[Dataset entries]
Segment Open

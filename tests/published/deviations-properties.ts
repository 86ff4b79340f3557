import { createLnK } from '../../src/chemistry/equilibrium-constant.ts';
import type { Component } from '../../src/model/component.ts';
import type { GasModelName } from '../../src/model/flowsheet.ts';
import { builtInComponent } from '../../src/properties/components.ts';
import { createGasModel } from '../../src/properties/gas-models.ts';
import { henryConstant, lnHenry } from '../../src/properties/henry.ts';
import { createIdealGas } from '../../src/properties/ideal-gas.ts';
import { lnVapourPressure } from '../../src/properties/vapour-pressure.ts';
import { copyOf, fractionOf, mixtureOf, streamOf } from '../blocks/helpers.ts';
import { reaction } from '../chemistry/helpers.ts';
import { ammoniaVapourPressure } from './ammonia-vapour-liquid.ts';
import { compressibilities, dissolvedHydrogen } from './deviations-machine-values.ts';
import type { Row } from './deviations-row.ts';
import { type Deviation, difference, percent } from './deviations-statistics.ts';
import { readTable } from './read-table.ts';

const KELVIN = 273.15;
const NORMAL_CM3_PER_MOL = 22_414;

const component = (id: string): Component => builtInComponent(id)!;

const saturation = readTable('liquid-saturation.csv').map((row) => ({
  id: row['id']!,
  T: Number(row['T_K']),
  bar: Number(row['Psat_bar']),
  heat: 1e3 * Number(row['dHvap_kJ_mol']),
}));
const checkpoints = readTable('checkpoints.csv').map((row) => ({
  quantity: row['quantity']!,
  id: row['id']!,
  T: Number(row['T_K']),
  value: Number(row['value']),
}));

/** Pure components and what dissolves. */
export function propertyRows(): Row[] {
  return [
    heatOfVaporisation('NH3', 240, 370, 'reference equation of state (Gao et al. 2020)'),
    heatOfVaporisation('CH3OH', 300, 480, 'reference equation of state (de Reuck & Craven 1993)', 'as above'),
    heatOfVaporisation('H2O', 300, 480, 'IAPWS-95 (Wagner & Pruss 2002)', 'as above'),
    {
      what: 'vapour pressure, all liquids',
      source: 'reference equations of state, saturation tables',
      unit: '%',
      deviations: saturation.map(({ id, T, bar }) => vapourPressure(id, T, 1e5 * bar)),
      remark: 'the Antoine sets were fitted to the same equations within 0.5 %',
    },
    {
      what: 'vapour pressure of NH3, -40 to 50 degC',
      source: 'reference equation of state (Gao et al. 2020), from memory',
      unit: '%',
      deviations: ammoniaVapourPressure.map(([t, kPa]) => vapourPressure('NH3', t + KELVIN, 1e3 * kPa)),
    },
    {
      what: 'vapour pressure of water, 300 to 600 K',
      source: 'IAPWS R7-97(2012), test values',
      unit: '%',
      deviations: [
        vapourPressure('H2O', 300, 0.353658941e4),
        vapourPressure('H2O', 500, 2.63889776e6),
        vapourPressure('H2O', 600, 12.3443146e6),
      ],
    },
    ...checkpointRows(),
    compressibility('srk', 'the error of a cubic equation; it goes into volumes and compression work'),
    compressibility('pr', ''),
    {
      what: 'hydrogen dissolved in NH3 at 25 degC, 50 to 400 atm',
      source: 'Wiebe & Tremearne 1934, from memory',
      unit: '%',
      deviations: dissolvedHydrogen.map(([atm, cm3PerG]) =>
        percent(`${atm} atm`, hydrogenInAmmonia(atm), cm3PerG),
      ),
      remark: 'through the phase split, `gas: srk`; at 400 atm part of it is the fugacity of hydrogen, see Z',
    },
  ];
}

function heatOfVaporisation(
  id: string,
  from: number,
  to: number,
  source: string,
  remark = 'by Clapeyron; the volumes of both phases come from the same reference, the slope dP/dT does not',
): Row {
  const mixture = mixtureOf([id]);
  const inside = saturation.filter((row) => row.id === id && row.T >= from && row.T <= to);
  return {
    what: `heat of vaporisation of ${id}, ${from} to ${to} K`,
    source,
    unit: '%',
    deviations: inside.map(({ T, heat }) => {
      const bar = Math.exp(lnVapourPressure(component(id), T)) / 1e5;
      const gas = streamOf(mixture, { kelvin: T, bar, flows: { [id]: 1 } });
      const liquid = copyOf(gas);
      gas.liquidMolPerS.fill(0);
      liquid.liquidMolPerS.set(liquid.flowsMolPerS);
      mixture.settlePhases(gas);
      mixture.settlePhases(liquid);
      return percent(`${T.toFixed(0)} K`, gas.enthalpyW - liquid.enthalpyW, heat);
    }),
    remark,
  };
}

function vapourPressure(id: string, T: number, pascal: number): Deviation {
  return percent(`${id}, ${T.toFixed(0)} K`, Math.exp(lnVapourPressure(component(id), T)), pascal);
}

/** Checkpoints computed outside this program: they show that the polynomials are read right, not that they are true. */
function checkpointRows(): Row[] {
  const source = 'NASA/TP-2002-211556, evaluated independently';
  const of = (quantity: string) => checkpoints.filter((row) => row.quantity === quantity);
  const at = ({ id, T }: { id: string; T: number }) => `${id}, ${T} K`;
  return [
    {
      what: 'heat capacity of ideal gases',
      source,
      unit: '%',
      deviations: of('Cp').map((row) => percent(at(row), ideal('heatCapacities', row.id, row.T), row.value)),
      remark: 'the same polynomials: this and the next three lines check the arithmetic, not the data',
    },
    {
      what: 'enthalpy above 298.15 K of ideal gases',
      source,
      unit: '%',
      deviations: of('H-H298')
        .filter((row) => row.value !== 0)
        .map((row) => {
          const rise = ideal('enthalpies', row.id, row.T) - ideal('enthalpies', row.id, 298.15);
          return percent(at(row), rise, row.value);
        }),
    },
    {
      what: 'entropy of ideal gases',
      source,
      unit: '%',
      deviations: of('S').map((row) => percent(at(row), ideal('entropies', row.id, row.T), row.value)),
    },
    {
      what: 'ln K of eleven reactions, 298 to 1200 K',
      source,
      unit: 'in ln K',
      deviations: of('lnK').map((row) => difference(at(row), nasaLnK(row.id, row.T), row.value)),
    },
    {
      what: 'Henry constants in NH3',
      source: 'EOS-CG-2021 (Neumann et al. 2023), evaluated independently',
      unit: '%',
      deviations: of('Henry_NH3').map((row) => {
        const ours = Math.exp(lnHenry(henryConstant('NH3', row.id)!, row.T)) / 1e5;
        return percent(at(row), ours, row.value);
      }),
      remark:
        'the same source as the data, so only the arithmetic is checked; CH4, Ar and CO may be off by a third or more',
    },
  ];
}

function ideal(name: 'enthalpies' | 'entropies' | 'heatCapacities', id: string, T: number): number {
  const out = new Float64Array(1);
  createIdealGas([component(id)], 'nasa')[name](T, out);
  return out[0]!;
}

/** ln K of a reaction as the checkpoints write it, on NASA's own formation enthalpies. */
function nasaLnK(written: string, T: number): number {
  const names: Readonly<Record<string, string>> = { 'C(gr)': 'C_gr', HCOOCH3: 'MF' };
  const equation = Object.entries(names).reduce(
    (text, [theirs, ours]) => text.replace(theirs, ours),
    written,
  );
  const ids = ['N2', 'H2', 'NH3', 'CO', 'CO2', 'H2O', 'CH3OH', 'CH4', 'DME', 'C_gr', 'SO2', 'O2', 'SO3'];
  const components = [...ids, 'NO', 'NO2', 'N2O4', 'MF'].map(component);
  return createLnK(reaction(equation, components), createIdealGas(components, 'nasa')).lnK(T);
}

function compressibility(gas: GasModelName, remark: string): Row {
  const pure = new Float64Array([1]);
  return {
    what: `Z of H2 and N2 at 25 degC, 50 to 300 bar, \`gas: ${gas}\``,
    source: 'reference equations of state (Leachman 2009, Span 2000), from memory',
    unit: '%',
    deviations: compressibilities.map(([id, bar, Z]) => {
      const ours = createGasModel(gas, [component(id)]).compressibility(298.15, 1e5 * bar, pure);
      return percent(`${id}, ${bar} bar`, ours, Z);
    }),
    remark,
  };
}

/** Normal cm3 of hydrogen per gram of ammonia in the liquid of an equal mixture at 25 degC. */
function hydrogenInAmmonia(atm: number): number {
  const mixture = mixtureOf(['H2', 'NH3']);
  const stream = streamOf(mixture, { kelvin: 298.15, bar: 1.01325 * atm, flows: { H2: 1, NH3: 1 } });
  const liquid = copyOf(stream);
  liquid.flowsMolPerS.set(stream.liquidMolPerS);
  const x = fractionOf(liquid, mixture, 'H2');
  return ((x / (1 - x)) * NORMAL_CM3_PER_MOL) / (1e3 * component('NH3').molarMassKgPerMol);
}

Segment Closed

> **WORK TO COMPLETE**
Filter the data above by the word "lnVapourPressure" and copy every line that matches.

> **EXPECTED OUTPUT**
import { lnVapourPressure } from '../../src/properties/vapour-pressure.ts';
      const bar = Math.exp(lnVapourPressure(component(id), T)) / 1e5;
  return percent(`${id}, ${T.toFixed(0)} K`, Math.exp(lnVapourPressure(component(id), T)), pascal);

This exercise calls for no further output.